Han llegado los idus de marzo, proclamaba César a su entrada triunfal en el Capitolio, pocos minutos antes de morir bajo la estatua de Pompeyo asesinado por Bruto, Casio y su pelotón de conspiradores, acto que desataría de inmediato una guerra civil que se extendió más allá de las fronteras de Italia y de la que resultaron vencedores Antonio, Octavio y Marco Lépido. Los conspiradores fueron pasados a espada, a veces por la suya propia. Quien a hierro mata…

Su muerte fue predestinada por un adivino, al que no supieron escuchar a tiempo. Su esposa Calpurnia también barruntaba malas noticias, los augurios no indicaban nada bueno. La ciudad se hallaba bajo una tempestad de fuego, pero César decidió acudir al Capitolio, impulsado por la idea de una previsible coronación.
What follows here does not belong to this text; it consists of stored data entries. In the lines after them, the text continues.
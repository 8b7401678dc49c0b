//! One run's events or spectra, tallied against a [`RawPlan`]: every event lands in exactly
//! one tally (see the order in [`crate::raw`]); integer channels are histogrammed and sorted
//! by the plan's channel categories at the end, other events one by one.
//! [`Accumulator::finish`] turns the counts into the yields rows (side bands, or a peak fit
//! from `peaks.rs`), the spectra and the (E, ΔE) histogram. Runs once per run, after the
//! plan is built.

use serde::Serialize;

use crate::physics::polygon::inside;

use super::peaks::{fit_detector, PeakFitRecord};
use super::plan::category;
use super::{BackgroundMethod, RawPlan};

/// Bins per axis of the 2-D (E, ΔE) histogram.
pub const PID_BINS: usize = 128;

/// Where the events went.
#[derive(Debug, Clone, Default, PartialEq, Eq, Serialize)]
pub struct Tally {
    /// Rows (events) read; for spectra, the sum of the counts.
    pub events: u64,
    /// Unknown detector id.
    pub unknown_detector: u64,
    /// NaN, negative or overflow value.
    pub invalid_value: u64,
    /// Pile-up or veto flag set.
    pub pile_up: u64,
    /// Inside a state's peak window.
    pub in_window: u64,
    /// Inside a side band.
    pub in_side_band: u64,
    /// Outside every gate (outside the PID polygon included).
    pub outside_gates: u64,
}

impl Tally {
    /// Whether the tallies add up to the events read.
    pub fn reconciles(&self) -> bool {
        self.unknown_detector
            + self.invalid_value
            + self.pile_up
            + self.in_window
            + self.in_side_band
            + self.outside_gates
            == self.events
    }
}

/// A spectrum row whose count is not a whole number ≥ 0.
#[derive(Debug, Clone, Copy, PartialEq, thiserror::Error)]
#[error("counts {counts}: expected a whole number ≥ 0")]
pub struct BadCount {
    /// The count found.
    pub counts: f64,
}

/// Accumulates one run's events.
pub struct Accumulator<'a> {
    plan: &'a RawPlan,
    /// Integer-channel events of detectors without PID: classified at the end by channel.
    hist_exact: Vec<u64>,
    /// Events classified one by one (float channels, PID), histogrammed for the spectra.
    hist_direct: Vec<u64>,
    /// Per detector × category, events classified one by one.
    direct: Vec<u64>,
    pid_hist: Vec<u64>,
    /// Tallies so far (window, side band and outside filled by [`Accumulator::finish`]).
    pub tally: Tally,
}

/// One row of the derived yields table.
#[derive(Debug, Clone, PartialEq, Serialize)]
pub struct YieldRow {
    /// Detector id.
    pub detector: String,
    /// State.
    pub state: String,
    /// Kinematic branch (1, or 2 for the lower-energy peak of a double-valued angle).
    pub branch: u8,
    /// Counts in the peak window.
    pub counts_gross: f64,
    /// Background under the peak.
    pub counts_background: f64,
    /// Its standard uncertainty.
    pub counts_background_err: f64,
    /// The fraction of the peak the counting keeps: the window acceptance for side bands
    /// (see [`Gate`](super::Gate)), 1 for a fitted peak area.
    pub window_acceptance: f64,
    /// Its standard uncertainty.
    pub window_acceptance_err: f64,
}

/// What one run's raw data gave.
#[derive(Debug, Clone, PartialEq)]
pub struct RawResult {
    /// The yields table rows, detectors in config order, states in config order, then
    /// branch.
    pub yields: Vec<YieldRow>,
    /// Where the events went.
    pub tally: Tally,
    /// Spectra: (detector index, channel, counts) for non-empty channels.
    pub spectra: Vec<(usize, usize, u64)>,
    /// 2-D (E, ΔE) histogram: (detector index, E bin, ΔE bin, counts) for non-empty bins.
    pub pid: Vec<(usize, usize, usize, u64)>,
    /// Peak fits, when the background is fitted.
    pub peak_fits: Vec<PeakFitRecord>,
    /// What the reduction noticed (a peak fit that fell back to side bands, say).
    pub warnings: Vec<String>,
}

impl RawPlan {
    /// A new, empty accumulator.
    pub fn accumulator(&self) -> Accumulator<'_> {
        let n = self.detectors.len();
        let ncat = self.n_categories;
        Accumulator {
            plan: self,
            hist_exact: vec![0; n * self.n_channels],
            hist_direct: vec![0; n * self.n_channels],
            direct: vec![0; n * ncat],
            pid_hist: vec![0; n * PID_BINS * PID_BINS],
            tally: Tally::default(),
        }
    }
}

impl Accumulator<'_> {
    /// Add events with integer ADC channels (the fast path). `detector` holds detector
    /// indices ([`RawPlan::detector_index`], [`UNKNOWN_DETECTOR`](super::UNKNOWN_DETECTOR) for unknown ones);
    /// `pile_up` flags, `delta_e` values where the config maps them.
    pub fn add_u16(&mut self, detector: &[u16], channel: &[u16], pile_up: Option<&[bool]>, delta_e: Option<&[f64]>) {
        let n_ch = self.plan.n_channels;
        let n_det = self.plan.detectors.len();
        let any_pid = self.plan.detectors.iter().any(|d| d.pid.is_some());
        self.tally.events += detector.len() as u64;
        if pile_up.is_none() && !any_pid {
            for (&d, &c) in detector.iter().zip(channel) {
                let (d, c) = (d as usize, c as usize);
                if d >= n_det {
                    self.tally.unknown_detector += 1;
                } else if c >= n_ch {
                    self.tally.invalid_value += 1;
                } else {
                    self.hist_exact[d * n_ch + c] += 1;
                }
            }
            return;
        }
        // Pile-up flags and PID polygons: detectors without a polygon still go straight to
        // the channel histogram (same tally order as `classify`).
        let has_pid: Vec<bool> = self.plan.detectors.iter().map(|d| d.pid.is_some()).collect();
        for i in 0..detector.len() {
            let (d, c) = (detector[i] as usize, channel[i] as usize);
            if d < n_det && !has_pid[d] {
                if c >= n_ch {
                    self.tally.invalid_value += 1;
                } else if pile_up.is_some_and(|p| p[i]) {
                    self.tally.pile_up += 1;
                } else {
                    self.hist_exact[d * n_ch + c] += 1;
                }
            } else {
                self.classify(detector[i], f64::from(channel[i]), pile_up.map(|p| p[i]), delta_e.map(|e| e[i]));
            }
        }
    }

    /// Add events with channels of any numeric type, as f64 (NaN for missing values).
    pub fn add_f64(&mut self, detector: &[u16], channel: &[f64], pile_up: Option<&[bool]>, delta_e: Option<&[f64]>) {
        self.tally.events += detector.len() as u64;
        for i in 0..detector.len() {
            self.classify(detector[i], channel[i], pile_up.map(|p| p[i]), delta_e.map(|e| e[i]));
        }
    }

    /// Add a spectrum: `counts` events in `channel` of `detector`; integer channels.
    ///
    /// # Errors
    /// A negative, fractional or non-finite count (the row is named by the caller).
    pub fn add_spectrum_row(&mut self, detector: u16, channel: f64, counts: f64) -> Result<(), BadCount> {
        if !(counts.is_finite() && counts >= 0.0 && counts.fract() == 0.0) {
            return Err(BadCount { counts });
        }
        let n = counts as u64;
        self.tally.events += n;
        let (n_ch, d) = (self.plan.n_channels, detector as usize);
        if d >= self.plan.detectors.len() {
            self.tally.unknown_detector += n;
        } else if !(channel.is_finite() && channel >= 0.0 && channel.fract() == 0.0 && (channel as usize) < n_ch) {
            self.tally.invalid_value += n;
        } else {
            self.hist_exact[d * n_ch + channel as usize] += n;
        }
        Ok(())
    }

    fn classify(&mut self, det: u16, ch: f64, pile_up: Option<bool>, delta_e: Option<f64>) {
        let plan = self.plan;
        let (n_ch, d) = (plan.n_channels, det as usize);
        if d >= plan.detectors.len() {
            self.tally.unknown_detector += 1;
            return;
        }
        if !(ch >= 0.0 && ch < n_ch as f64) {
            self.tally.invalid_value += 1;
            return;
        }
        let dp = &plan.detectors[d];
        let de = delta_e.unwrap_or(f64::NAN);
        if dp.pid.is_some() && !(de >= 0.0 && de < n_ch as f64) {
            self.tally.invalid_value += 1;
            return;
        }
        if pile_up == Some(true) {
            self.tally.pile_up += 1;
            return;
        }
        let e = dp.cal.energy_mev(ch);
        if let Some(poly) = &dp.pid {
            let bin = |v: f64| ((v / n_ch as f64 * PID_BINS as f64) as usize).min(PID_BINS - 1);
            self.pid_hist[(d * PID_BINS + bin(ch)) * PID_BINS + bin(de)] += 1;
            if !inside(poly, e, de) {
                self.tally.outside_gates += 1;
                return;
            }
        }
        if dp.pid.is_none() && ch.fract() == 0.0 {
            self.hist_exact[d * n_ch + ch as usize] += 1;
            return;
        }
        let ncat = plan.n_categories;
        self.direct[d * ncat + category(dp, e) as usize] += 1;
        self.hist_direct[d * n_ch + ch as usize] += 1;
    }

    /// The yields, tallies and spectra.
    pub fn finish(mut self) -> RawResult {
        let plan = self.plan;
        let (n_ch, ncat) = (plan.n_channels, plan.n_categories);
        let mut counts = self.direct.clone();
        for d in 0..plan.detectors.len() {
            for ch in 0..n_ch {
                let n = self.hist_exact[d * n_ch + ch];
                if n > 0 {
                    counts[d * ncat + plan.categories[d * n_ch + ch] as usize] += n;
                }
            }
        }
        for d in 0..plan.detectors.len() {
            self.tally.outside_gates += counts[d * ncat];
            for k in 0..(ncat - 1) / 2 {
                self.tally.in_window += counts[d * ncat + 1 + 2 * k];
                self.tally.in_side_band += counts[d * ncat + 2 + 2 * k];
            }
        }
        let spectra: Vec<(usize, usize, u64)> = (0..plan.detectors.len() * n_ch)
            .filter_map(|i| {
                let n = self.hist_exact[i] + self.hist_direct[i];
                (n > 0).then_some((i / n_ch, i % n_ch, n))
            })
            .collect();
        let mut yields = Vec::new();
        let mut peak_fits = Vec::new();
        let mut warnings = Vec::new();
        for (d, det) in plan.detectors.iter().enumerate() {
            let spectrum = |ch: usize| (self.hist_exact[d * n_ch + ch] + self.hist_direct[d * n_ch + ch]) as f64;
            let fitted = match plan.config.background {
                BackgroundMethod::SideBands => None,
                m => match fit_detector(det, m, n_ch, &spectrum, plan.config.gates.resolution_mev) {
                    Ok(f) if f.converged && f.peaks.iter().all(|p| p.area >= 0.0) => Some(f),
                    Ok(f) => {
                        warnings.push(format!(
                            "{}: the peak fit {} (χ² {:.1} for {} degrees of freedom); side bands used instead",
                            det.id,
                            if f.converged { "gave a negative area" } else { "did not converge" },
                            f.chi2,
                            f.ndf
                        ));
                        None
                    }
                    Err(why) => {
                        warnings.push(format!("{}: {why}; side bands used instead of a peak fit", det.id));
                        None
                    }
                },
            };
            for (k, (_, g)) in det.gates.iter().enumerate() {
                let gross = counts[d * ncat + 1 + 2 * k] as f64;
                let side = counts[d * ncat + 2 + 2 * k] as f64;
                let (gross, bg, bg_err, acceptance) = match &fitted {
                    Some(f) => {
                        // The fitted area N ± σ_N becomes gross = N, background 0 ± √(σ_N² − N),
                        // so that the later net-count error √(gross + σ_bg²) is σ_N (or √N
                        // when the fit's error is below Poisson's). The window sum is in the
                        // peak-fit record.
                        let (n, e) = f.peaks.get(k).map_or((0.0, 0.0), |p| (p.area, p.area_err));
                        // The fitted Gaussian's whole area: nothing is outside a window.
                        (n, 0.0, (e * e - n).max(0.0).sqrt(), (1.0, 0.0))
                    }
                    None => {
                        let scale = g.window.width_mev() / (g.left.width_mev() + g.right.width_mev());
                        (gross, side * scale, side.sqrt() * scale, (g.window_acceptance, g.window_acceptance_err))
                    }
                };
                yields.push(YieldRow {
                    detector: det.id.clone(),
                    state: g.state.clone(),
                    branch: g.branch,
                    counts_gross: gross,
                    counts_background: bg,
                    counts_background_err: bg_err,
                    window_acceptance: acceptance.0,
                    window_acceptance_err: acceptance.1,
                });
            }
            if let Some(f) = fitted {
                peak_fits.push(f);
            }
        }
        let pid = (0..self.pid_hist.len())
            .filter(|&i| self.pid_hist[i] > 0)
            .map(|i| (i / (PID_BINS * PID_BINS), (i / PID_BINS) % PID_BINS, i % PID_BINS, self.pid_hist[i]))
            .collect();
        RawResult { yields, tally: self.tally, spectra, pid, peak_fits, warnings }
    }
}

#[cfg(test)]
mod tests {
    use crate::raw::testing::raw;
    use crate::setup::testing::setup;

    #[test]
    fn a_spectrum_count_must_be_a_whole_number() {
        let setup = setup("[{ id: A, theta_lab_deg: 30.0, aperture: { shape: given, solid_angle_msr: 1.0 } }]");
        let plan = raw("window_mev: [20.0, 20.5]", "side_bands").build(&setup).expect("the plan builds");
        let mut acc = plan.accumulator();
        // (count, accepted)
        let cases = [(3.0, true), (0.0, true), (-1.0, false), (1.5, false), (f64::NAN, false), (f64::INFINITY, false)];
        for (counts, accepted) in cases {
            match acc.add_spectrum_row(0, 161.0, counts) {
                Ok(()) => assert!(accepted, "{counts} accepted"),
                Err(e) => {
                    assert!(!accepted, "{counts} refused: {e}");
                    assert_eq!(e.to_string(), format!("counts {counts}: expected a whole number ≥ 0"));
                }
            }
        }
        assert_eq!(acc.finish().tally.events, 3);
    }
}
César saldrá. Jamás cosa alguna de cuantas me han amenazado, se me ha presentado de frente. Al ver el rostro de César, se desvanecen. Y César salió, entre otras cosas a cumplir con lo que los dioses hubieran dispuesto, a afrontar la muerte por única y última vez guiado por el lema de que los cobardes mueren muchas veces antes de perder la vida.
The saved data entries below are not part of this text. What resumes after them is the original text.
/// `partsift train`: prepares the bin's scans, trains, saves the best model. Exit 1 (with the
/// model saved) when some scans were skipped.
pub(crate) fn train_command(args: TrainArgs) -> Outcome {
    let started = Instant::now();
    let defaults = TrainSettings::default();
    let plan = match (TrainSettings {
        arch: args.arch,
        preset: args.preset,
        epochs: args.epochs.unwrap_or(defaults.epochs),
        seed: args.seed,
        holdout: args.holdout,
        ..defaults
    })
    .check()
    {
        Ok(plan) => plan,
        Err(e) => return Outcome::Usage(e.to_string()),
    };
    if let Err(message) = check_output_path(&args.output) {
        return Outcome::Usage(message);
    }
    let bin = match scan_bin(&args.bin) {
        Ok(bin) => bin,
        Err(e) => return Outcome::Usage(e.to_string()),
    };
    print_bin_warnings(&bin);
    let cancel = CancelToken::new();
    stop_on_ctrl_c(&cancel);
    let progress = Progress::new();
    let cache = PreparedCache::at_default_location();
    let run = match in_pool(args.threads, || {
        train(
            &bin,
            &plan,
            cache.as_ref(),
            &|e| progress.train_event(&e),
            &cancel,
        )
    }) {
        Ok(Ok(run)) => run,
        Ok(Err(e)) => {
            progress.clear();
            eprintln!("error: {e}");
            return Outcome::SomeFailed;
        }
        Err(message) => return Outcome::Usage(message),
    };
    progress.clear();
    if let Err(e) = run.model.save(&args.output) {
        eprintln!("error: {e}");
        return Outcome::SomeFailed;
    }
    print_train_result(&args, &run, started.elapsed().as_secs_f64());
    if run.skipped.is_empty() {
        Outcome::Ok
    } else {
        Outcome::SomeFailed
    }
}

/// Refuses, before any work, an output that could not be written: a folder, or a file in a
/// folder that does not exist.
fn check_output_path(output: &Path) -> Result<(), String> {
    if output.is_dir() {
        return Err(format!(
            "{}: is a folder; give the model file's name",
            output.display()
        ));
    }
    let parent = output
        .parent()
        .filter(|p| !p.as_os_str().is_empty())
        .unwrap_or(Path::new("."));
    if parent.is_dir() {
        Ok(())
    } else {
        Err(format!(
            "{}: the folder {} does not exist",
            output.display(),
            parent.display()
        ))
    }
}

fn print_bin_warnings(bin: &PartsBin) {
    for warning in bin.warnings() {
        eprintln!("warning: {warning}");
    }
}
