//! Rational functions that know their denominators: a sparse numerator over a product of powers
//! of registered factors. Start from [`Fraction`]; convert to and from [`RatFunc`] at the edges.
//!
//! Perturbation theory only ever divides by unperturbed energy differences (and the model's own
//! denominators), so sums need no gcd: they multiply up to the common product of factors, and
//! cancellation is an exact division by those factors, done only when a value is compared with
//! another's product form, stored, or converted.

use std::collections::BTreeMap;
use std::sync::{Arc, LazyLock, RwLock};

use super::screen::{FactorPoint, Screen};
use super::{forward_ops, Field, Poly, Radical, RatFunc, Rational};

/// A registered factor: a monic, non-constant polynomial, and whether it is known irreducible
/// (degree one).
struct Factor {
    poly: Arc<Poly>,
    linear: bool,
    /// Where the factor vanishes, to screen divisions by it.
    point: Option<Arc<FactorPoint>>,
}

/// Every factor met so far, for the whole process: factors are immutable once registered, so
/// values of different derivations (and threads) share the table. The index keeps one id per
/// polynomial.
#[derive(Default)]
struct Registry {
    factors: Vec<Factor>,
    index: BTreeMap<Poly, u32>,
}

static REGISTRY: LazyLock<RwLock<Registry>> = LazyLock::new(|| RwLock::new(Registry::default()));

/// The id of the monic polynomial `monic`, registering it when it is new.
fn register_monic(monic: Poly) -> u32 {
    if let Some(id) = REGISTRY.read().expect("registry lock").index.get(&monic) {
        return *id;
    }
    let mut registry = REGISTRY.write().expect("registry lock");
    if let Some(id) = registry.index.get(&monic) {
        return *id;
    }
    let id = u32::try_from(registry.factors.len()).expect("fewer than 2^32 factors");
    let linear = monic.degree() == 1;
    let point = FactorPoint::of(&monic).map(Arc::new);
    registry.factors.push(Factor { poly: Arc::new(monic.clone()), linear, point });
    registry.index.insert(monic, id);
    id
}

/// The polynomial of factor `id`.
fn factor_poly(id: u32) -> Arc<Poly> {
    Arc::clone(&REGISTRY.read().expect("registry lock").factors[id as usize].poly)
}

/// The screening point of factor `id`.
fn factor_point(id: u32) -> Option<Arc<FactorPoint>> {
    REGISTRY.read().expect("registry lock").factors[id as usize].point.clone()
}

/// Whether factor `id` is known irreducible.
fn factor_linear(id: u32) -> bool {
    REGISTRY.read().expect("registry lock").factors[id as usize].linear
}

/// `prod f_id^e` expanded.
fn expand(denom: &[(u32, u32)]) -> Poly {
    let mut res = Poly::one();
    for (id, e) in denom {
        res = &res * &factor_poly(*id).pow(*e);
    }
    res
}

/// A rational function `numer / prod_k f_k^(e_k)` over registered factors `f_k`.
///
/// The form is not canonical (a factor of the denominator may still divide the numerator), so
/// `==` compares cross products, and [`Fraction::to_ratfunc`] cancels before it hands on a value.
/// Invariants: `denom` is sorted by factor id with positive exponents; zero has an empty `denom`.
#[derive(Clone, Debug)]
pub struct Fraction {
    numer: Poly,
    denom: Vec<(u32, u32)>,
}
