def test_full_disk_stops_with_one_line_and_loses_nothing(small_fs, reference, capsys):
    out = small_fs / "run"
    filler = fill(small_fs, 120 * 1024)  # room for a few of the 8 blocks only
    args = ["sweep", "--out", str(out), "--quiet"] + sum(
        ([f"--{k.replace('_', '-')}", str(v)] for k, v in PARAMS.items()), [])
    assert main(args) == 1
    err = capsys.readouterr().err
    assert err.count("\n") == 1 and "no space left" in err and "rerun the same command" in err
    statuses = open_run(out).statuses()
    complete = {s.block_id for s in statuses if s.state == "complete"}
    assert 0 < len(complete) < PARAMS["blocks"], "the disk filled too early or too late to test anything"
    assert f"{len(complete)} of {PARAMS['blocks']} blocks are complete and kept" in err
    assert {s.state for s in statuses} == {"complete", "missing"}  # the failed block was cleaned away
    assert temp_files(out) == []
    kept = {bid: (out / "blocks" / f"{bid}.done.json").read_bytes() for bid in complete}

    # Completely full: even the holder line cannot be written; still one line and exit 1, nothing lost.
    filler2 = fill(small_fs, 0, name="filler2")
    assert main(args) == 1
    assert "no space left" in capsys.readouterr().err
    filler2.unlink()

    filler.unlink()
    assert main(args) == 0
    for bid, record in kept.items():  # completed blocks were kept as they were, not recomputed
        assert (out / "blocks" / f"{bid}.done.json").read_bytes() == record
    assert integer_table(open_run(out)) == reference["small"]
    assert_blocks_exact(out)
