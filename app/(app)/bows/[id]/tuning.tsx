import { useLocalSearchParams } from 'expo-router';

import { lazyScreen } from '@/components/shell/lazy-screen';

const TuningScreen = lazyScreen('TuningScreen');

export default function BowTuning() {
  const { id } = useLocalSearchParams<{ id: string }>();
  return <TuningScreen bowId={Number(id)} />;
}
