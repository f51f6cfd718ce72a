import { useLocalSearchParams } from 'expo-router';

import { lazyScreen } from '@/components/shell/lazy-screen';

const LevelScreen = lazyScreen('LevelScreen');

export default function BowLevel() {
  const { id } = useLocalSearchParams<{ id: string }>();
  return <LevelScreen bowId={Number(id)} />;
}
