import { useLocalSearchParams } from 'expo-router';

import { PredictScreen } from '@/components/predict/predict-screen';

export default function PredictBuild() {
  const { id, from } = useLocalSearchParams<{ id: string; from?: string }>();
  return <PredictScreen bowId={Number(id)} startFromBuildId={from ? Number(from) : undefined} />;
}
Aquella escena, no hay duda, está de actualidad. No solo porque César, a la postre, hubiera salvado la vida quedándose en casa, sino también porque su muerte desató las hostilidades, hasta entonces disimuladas, en la península itálica. El escenario de una posible coronación, tan temido por los republicanos, tan contrario al ADN antimonárquico de las clases altas de Roma, solo fue retrasado unas fechas. César hubiera respetado las instituciones de la república, las magistraturas, principalmente el Senado; Octavio, en cambio, gobernaría con absoluto desdén hacia ellas.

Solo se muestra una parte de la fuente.